Known Claims or Circumstances
A D&O/E&O policy may contain a “known Claims or
circumstances exclusion.” Such an exclusion provides
that the insurer “shall not be liable to pay any Loss in
connection with any Claim based upon, directly or
indirectly arising out of, or in any way involving any
Claim and/or circumstances which could give rise to
a Claim, of which any of the Insureds has actual or
constructive knowledge prior to the beginning of the
Policy Period.” Based on this exclusion, an insurer
might seek to deny coverage on the ground that there
was knowledge of the circumstances of the claims prior
to the inception of the D&O/E&O policy.
Severability
A financial institution will also want to determine if
the policy contains a “severability” provision in the
exclusions section of the policy. Such a provision
protects innocent insureds and establishes that, for
purposes of determining whether an exclusion applies,
the Wrongful Act of one insured is not imputed to
other insureds. Many D&O/E&O policies contain
severability for the fraudulent/criminal acts and
personal profit exclusions discussed above. Thus,
even if an insurer could show illicit profit or fraud by
one insured, it could not deny coverage to the other
insureds on that basis alone.
Misrepresentation
Most D&O/E&O policies provide that statements made
in the insurance application and materials supporting
the application are true and are incorporated into the
D&O/E&O policy, and the D&O/E&O policy is issued
in reliance upon such statements.
In several recent high-profile cases such as Enron and
WorldCom, insurers have tried to rescind policies
as to all potential insureds on the ground that the
policyholder misrepresented critical information during
the application process. Because rescission renders the
policy void from its inception, it is a drastic remedy
and the insurer generally bears a heavy burden to
prevail. As a result of the recent high-profile efforts
by carriers to rescind policies, policyholders have
sought severability provisions expressly applicable
to representations made in connection with the
policy application. These provisions make it clear
that misrepresentations, or omissions, made by one
officer in connection with the policy application will
not operate to void the coverage as to other, innocent
officers or directors covered by the policy’s terms and
conditions.
Insurer Consent
Many D&O/E&O policies state that the insured “shall
not admit liability, consent to any judgment, agree to
any settlement or make any settlement offer without
October 2007 | Insurance Coverage Alert
the Insurer’s prior written consent, such consent not
to be unreasonably withheld.” If an insured fails to
obtain the requisite consent, the insurer may not be
liable for any damages or Loss arising therefrom.
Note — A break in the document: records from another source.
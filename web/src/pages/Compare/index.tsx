import { Button, Flex, Heading, Spinner, Text } from '@radix-ui/themes';
import { Link, useParams, useSearchParams } from 'react-router';
import { useNotebook } from '../../api/notebooks';
import { useSnapshotComparison, useSnapshots } from '../../api/snapshots';
import { ErrorNote } from '../../components/ErrorNote';
import { CompareChooser } from './CompareChooser';
import { CompareView } from './CompareView';

/** /notebooks/:notebookId/compare?from=<snapshotId>&to=<snapshotId|live>: what changed between two versions of a notebook. */
export default function ComparePage() {
  const { notebookId = '' } = useParams();
  const [params, setParams] = useSearchParams();
  const from = params.get('from');
  const to = params.get('to') ?? 'live';
  const notebook = useNotebook(notebookId);
  const snapshots = useSnapshots(notebookId);
  const comparison = useSnapshotComparison(from, to);
  return (
    <Flex direction="column" gap="4">
      <Flex justify="between" align="center" wrap="wrap" gap="2">
        <div>
          <Text as="p" size="2" color="gray">
            {notebook.data?.title ?? ' '}
          </Text>
          <Heading as="h1" size="6">
            Compare versions
          </Heading>
        </div>
        <Button asChild variant="ghost">
          <Link to={`/notebooks/${notebookId}`}>Back to the notebook</Link>
        </Button>
      </Flex>
      <ErrorNote error={notebook.error ?? snapshots.error} action="Go back to the notebook." />
      {snapshots.data && snapshots.data.length === 0 && (
        <Text size="2" color="gray">
          This notebook has no snapshots yet. Its lead author publishes one from the notebook’s Snapshots tab.
        </Text>
      )}
      {snapshots.data && (
        <CompareChooser key={`${from}|${to}`} snapshots={snapshots.data} from={from} to={to} onCompare={(f, t) => setParams({ from: f, to: t })} />
      )}
      {!from ? (
        snapshots.data?.length ? <Text size="2">Choose a snapshot to compare.</Text> : null
      ) : comparison.error ? (
        <ErrorNote error={comparison.error} action="Choose another pair of versions." />
      ) : !comparison.data ? (
        <Flex gap="2" align="center" role="status">
          <Spinner /> Comparing…
        </Flex>
      ) : (
        <CompareView comparison={comparison.data} />
      )}
    </Flex>
  );
}
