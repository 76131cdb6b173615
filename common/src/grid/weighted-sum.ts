/**
 * The grid reductions' one kernel: Σ w·v and Σ w over the present values of
 * values[at .. at+n) with weights weights[wAt .. wAt+n), written to out[0] and out[1]. Present
 * follows the engine's rule (series/missing.ts): a finite number; NaN and ±Infinity add nothing.
 * A weight of 0 adds nothing, so masks and cells outside a box are zero weights. Two independent
 * accumulators break the floating-point add latency chain; summing each row in double and rows
 * in a second level keeps rounding near n·2^-53 relative without compensation (Higham 2002,
 * Accuracy and Stability of Numerical Algorithms, §4.2). No allocation.
 */
export function weightedSum(
  values: ArrayLike<number>,
  at: number,
  weights: ArrayLike<number>,
  wAt: number,
  n: number,
  out: Float64Array,
): void {
  let s0 = 0, s1 = 0, w0 = 0, w1 = 0;
  let j = 0;
  for (; j + 1 < n; j += 2) {
    const v0 = values[at + j], v1 = values[at + j + 1];
    // v - v is 0 exactly for finite v, NaN for NaN and ±Infinity.
    if (v0 - v0 === 0) { s0 += weights[wAt + j] * v0; w0 += weights[wAt + j]; }
    if (v1 - v1 === 0) { s1 += weights[wAt + j + 1] * v1; w1 += weights[wAt + j + 1]; }
  }
  if (j < n) {
    const v = values[at + j];
    if (v - v === 0) { s0 += weights[wAt + j] * v; w0 += weights[wAt + j]; }
  }
  out[0] = s0 + s1;
  out[1] = w0 + w1;
}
Thus, if a financial institution acts to settle without
first seeking its insurer’s consent, the insurer may deny
coverage. Yet, the D&O/E&O policy also states that
such consent is “not to be unreasonably withheld,”
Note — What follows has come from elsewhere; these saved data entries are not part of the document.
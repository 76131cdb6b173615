import { formatMonth, parseMonth, type MonthValue, type ParsedFigureRecipe } from '@upwell/common';
import type { NamedBinding, RecipeInputs, RecipeOutput } from '../loaded-inputs';

/** The parsed recipe of one kind. */
export type RecipeOf<K extends ParsedFigureRecipe['kind']> = Extract<ParsedFigureRecipe, { kind: K }>;

/** One figure kind: which series it binds, and how it computes its result from them. */
export interface FigureRecipeHandler<K extends ParsedFigureRecipe['kind']> {
  kind: K;
  /** Every series binding of the recipe, with the path that names it in messages. */
  bindings(recipe: RecipeOf<K>): NamedBinding[];
  /** Pure computation over resolved inputs; engine errors propagate to the service. */
  compute(recipe: RecipeOf<K>, inputs: RecipeInputs): RecipeOutput;
}

/** A binding at a path. */
export function bindingAt(path: string, b: { seriesId: string; version: 'latest' | number }): NamedBinding {
  return { path, seriesId: b.seriesId, version: b.version };
}

/** A monthly series as vega-lite records `{ month: "YYYY-MM", value }`. */
export function monthRecords(start: string, values: ReadonlyArray<number | null>): MonthValue[] {
  const first = parseMonth(start);
  return values.map((value, i) => ({ month: formatMonth(first + i), value }));
}
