import { describe, expect, it } from 'vitest';
import { cellAreas } from './cell-areas';
import { cellAreasFromCentres } from './cell-areas-from-centres';
import { EARTH_RADIUS_6371_KM_M } from './earth-radius';

describe('cellAreasFromCentres()', () => {
  it('equals cellAreas() on the edges of a regular 1° grid (centres −89.5..89.5, 0.5..359.5) and sums to 4πR²', () => {
    const lat = Array.from({ length: 180 }, (_, i) => -89.5 + i);
    const lon = Array.from({ length: 360 }, (_, j) => 0.5 + j);
    const fromCentres = cellAreasFromCentres(lat, lon, EARTH_RADIUS_6371_KM_M);
    const fromEdges = cellAreas(Array.from({ length: 181 }, (_, i) => -90 + i), Array.from({ length: 361 }, (_, j) => j), EARTH_RADIUS_6371_KM_M);
    for (const k of [0, 12345, 64799]) expect(fromCentres[k]).toBeCloseTo(fromEdges[k], 3);
    expect(fromCentres.reduce((a, b) => a + b, 0) / 1e6).toBeCloseTo(510064471.91, 1);
  });
});
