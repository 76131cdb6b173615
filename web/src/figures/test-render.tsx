import { Theme } from '@radix-ui/themes';
import { QueryClient, QueryClientProvider } from '@tanstack/react-query';
import { render } from '@testing-library/react';
import type { ReactNode } from 'react';
import { vi } from 'vitest';

/** Renders inside the app's providers with a fresh query cache (no retries, so errors show at once). */
export function renderWithQuery(ui: ReactNode) {
  const client = new QueryClient({ defaultOptions: { queries: { retry: false } } });
  const view = render(
    <Theme>
      <QueryClientProvider client={client}>{ui}</QueryClientProvider>
    </Theme>,
  );
  return { client, ...view };
}

/** Replaces fetch with answers per path; returns the mock to inspect calls. */
export function mockFetch(answer: (path: string, body: unknown) => { status?: number; json: unknown }) {
  const fn = vi.fn(async (url: string, init?: RequestInit) => {
    const body = init?.body ? JSON.parse(String(init.body)) : undefined;
    const a = answer(url, body);
    return new Response(JSON.stringify(a.json), { status: a.status ?? 200, headers: { 'Content-Type': 'application/json' } });
  });
  vi.stubGlobal('fetch', fn);
  return fn;
}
and an insurer may deny consent only if it has a good
reason for doing so.
Similarly, some D&O/E&O policies also require the
insured to obtain the insurer’s consent prior to incurring
“Defense Costs.” Thus, if a financial institution fails
to seek an insurer’s consent to defense costs, or to
the retention of defense counsel in an underlying
action, an insurer may refuse to cover such costs on
the ground that they were incurred in violation of the
policy terms.
Conclusion
This article touches upon some of the insurance
coverage issues financial institutions face as targets
of government investigations by a regulatory agency
or a state Attorney General. Because D&O/E&O
policies vary greatly, financial institution policyholders
will want to review their policies and consult with
experienced insurance counsel to determine whether
the policies afford coverage for the defense of the
investigations and, if necessary, whether settlements
or judgments are potentially covered.